Saúde e educação caminham juntos. Uma sociedade com acesso à informação e capacidade de separar o que é importante, científico e eficaz das tradições orais, muitas vezes equivocadas e desprovidas de fundamento científico. Para alcançarmos um nível de qualidade para a educação, alimentação e saúde – precisamos de muito investimento e infraestrutura. Foi necessário cancelar aulas e colocar em risco o ano letivo para a adoção do EAD de forma ampla. A nova pandemia nos lembra que a saúde não se limita apenas ao paciente individual. Ela tem a ver com a comunidade. Nosso sistema de saúde deveria refletir a solidariedade comunitária e os valores éticos cristãos profundamente arraigados.
Temos assistido exemplos dos extremos do comportamento humano na sociedade.

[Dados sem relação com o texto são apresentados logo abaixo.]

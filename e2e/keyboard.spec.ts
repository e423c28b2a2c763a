/** The main job with the keyboard alone: from the shelf to a referee link, no pointer. */
import type { Locator, Page } from "playwright/test";
import { block, isSaved, openNotebook, placeByKeyboard, prose } from "./notebook.ts";
import { test, expect } from "./stage.ts";

test("a notebook is made, computed, pinned, changed and sent with the keyboard alone", async ({ enter }) => {
  test.slow();
  const { page } = await enter("wren-lantern");
  await tabTo(page, page.getByRole("button", { name: "New notebook" }).first());
  await page.keyboard.press("Enter");
  await tabTo(page, page.getByRole("dialog", { name: "New notebook" }).getByLabel("Title"));
  await page.keyboard.type("By keyboard");
  await page.keyboard.press("Enter");
  await page.waitForURL("**/notebooks/*");
  const notebook = page.url();
  // A blank page waits for its first words.
  await expect(prose(page)).toBeFocused();
  await page.keyboard.type("Written without a mouse.");
  const premises = block(page, "Premises");

  await test.step("a theory is stated", async () => {
    await placeByKeyboard(page, "Premises");
    await expect(premises.getByLabel("name of the theory")).toBeFocused();
    await page.keyboard.type("Lantern");
    await typeRow(page, premises, "symbol of a new field", ["chi"]);
    await typeRow(page, premises, "symbol of a new scale", ["Lambda", "3.2(4) TeV", "heavy"]);
    await typeRow(page, premises, "symbol of a new scale", ["p", "350 GeV", "probe"]);
    await typeRow(page, premises, "term, as typed of a new term", ["c_6/Lambda^2 chi^6"]);
    // Leaving the field keeps what was typed; Escape in it would take the row back.
    await page.keyboard.press("Tab");
    await page.keyboard.press("Escape");
    await page.keyboard.press("Escape");
  });

  await test.step("Escape leaves the block, arrow keys go past it, Enter goes back into it", async () => {
    await expect(prose(page)).toBeFocused();
    await page.keyboard.press("ArrowDown");
    await page.keyboard.type("After the block, Q is ");
    await expect(prose(page).getByText("After the block, Q is")).toBeVisible();
    await page.keyboard.press("Home");
    await page.keyboard.press("ArrowUp");
    await page.keyboard.press("Enter");
    await expect(premises.locator(":focus")).toHaveCount(1);
    await page.keyboard.press("Escape");
    await page.keyboard.press("Escape");
  });

  await test.step("it is counted, and a number is pinned", async () => {
    await page.keyboard.press("Control+End");
    await placeByKeyboard(page, "Scaling");
    await expect(block(page, "Scaling").getByRole("table").first()).toContainText("irrelevant");
    await page.keyboard.press("Escape");
    await page.keyboard.press("Escape");
    await page.keyboard.press("ArrowUp");
    await page.keyboard.press("End");
    await page.keyboard.press("Control+Shift+.");
    await expect(page.getByRole("dialog", { name: "Pin a number into the prose" })).toBeVisible();
    await page.keyboard.type("Scaling Q");
    await page.keyboard.press("Enter");
    await expect(prose(page).getByRole("button", { name: /0\.109.*, pinned: .*it holds/ })).toBeVisible();
  });

  await test.step("a premise changes; the pin that moved is found and accepted", async () => {
    await tabTo(page, premises.getByLabel("value of scale 1", { exact: true }), "Shift+Tab");
    await page.keyboard.press("Control+a");
    await page.keyboard.type("2.5(3) TeV");
    await expect(prose(page).getByRole("button", { name: /it has moved to 0\.14/ })).toBeVisible();
    await tabTo(page, page.getByRole("banner").getByRole("button", { name: "pin: 1 moved" }), "Shift+Tab");
    await page.keyboard.press("Enter");
    await expect(prose(page)).toBeFocused();
    await page.keyboard.press("Enter");
    await expect(prose(page).getByRole("button", { name: /0\.14.*, pinned: .*it holds/ })).toBeVisible();
    await isSaved(page);
  });

  await test.step("a referee link is made", async () => {
    await tabTo(page, page.getByRole("link", { name: "Sharing" }), "Shift+Tab");
    await page.keyboard.press("Enter");
    await expect(page.getByRole("heading", { name: "Sharing", level: 1 })).toBeVisible();
    await tabTo(page, page.getByLabel("Name of a new link"));
    await page.keyboard.type("journal");
    await page.keyboard.press("Enter");
    await expect(page.getByLabel("Address of “journal”")).toHaveValue(/\/r\/[\w-]{20,}$/);
  });

  await openNotebook(page, notebook);
  await expect(prose(page)).toContainText("Written without a mouse.");
  await expect(premises.getByLabel("name of the theory")).toHaveValue("Lantern");
  await expect(premises.getByLabel("value of scale 1", { exact: true })).toHaveValue("2.5(3) TeV");
});

/** Begins a row in the line after the last one; Tab goes on to each further value. */
async function typeRow(page: Page, owner: Locator, first: string, values: readonly string[]): Promise<void> {
  await tabTo(page, owner.getByLabel(first, { exact: true }));
  for (const [index, value] of values.entries()) {
    if (index > 0) await page.keyboard.press("Tab");
    await page.keyboard.type(value);
  }
}

/** Presses Tab until the focus is there, as often as a patient person would. */
async function tabTo(page: Page, target: Locator, key: "Tab" | "Shift+Tab" = "Tab"): Promise<void> {
  const MOST_PRESSES = 80;
  for (let presses = 0; presses <= MOST_PRESSES; presses += 1) {
    if (await target.evaluate((element) => element === document.activeElement)) return;
    await page.keyboard.press(key);
  }
  throw new Error(`the focus did not reach ${String(target)} within ${MOST_PRESSES} presses of ${key}`);
}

Houve histórias de pessoas acumulando produtos de limpeza e brigando por alimentos nos supermercados. Ao mesmo tempo, vimos exemplos heroicos de pessoas distribuindo alimentos a moradores de rua, levando cestas básicas e insumos de higiene para moradores em áreas de risco, esquecidos pelo governo e pela sociedade, no dia a dia – médicos, enfermeiros e profissionais da saúde, junto com suas equipes, arriscando suas vidas cuidando das pessoas, independentemente do lugar de onde vieram. Ambos revelam tendências contrárias dentro do coração humano.
Estamos testemunhando tanto o egoísmo quanto a graça na nossa sociedade, revelando a nossa finitude e os nossos limites.
Impossível prever como será o mundo em 90 dias, muito longe de tentar olhar como estaremos no próximo Natal. A certeza absoluta é que não seremos as pessoas de 11 de março de 2020 (dia em que o novo vírus foi considerado como pandemia pela OMS).
A oportunidade de correções históricas em pouco tempo e subir alguns degraus na valorização da vida, no princípio de equidade para saúde, educação, alimentação e higiene, está dada. Resta-nos então aproveitar o momento histórico para fazer valer o “valor” de uma vida.
Temos tudo – Tecnologia, Ciência, Motivo, Momento, Governos, Sociedade, Igrejas – enfim, finalmente estamos todos do mesmo lado. Tomara que toda esta energia nos leve a um mundo um pouco mais solidário e justo, de verdade.
Ao longo de tudo isso, somos lembrados, mais uma vez, de que a Sexta–feira Santa não é o fim da história humana, mas sim um prelúdio teológico para a Ressurreição.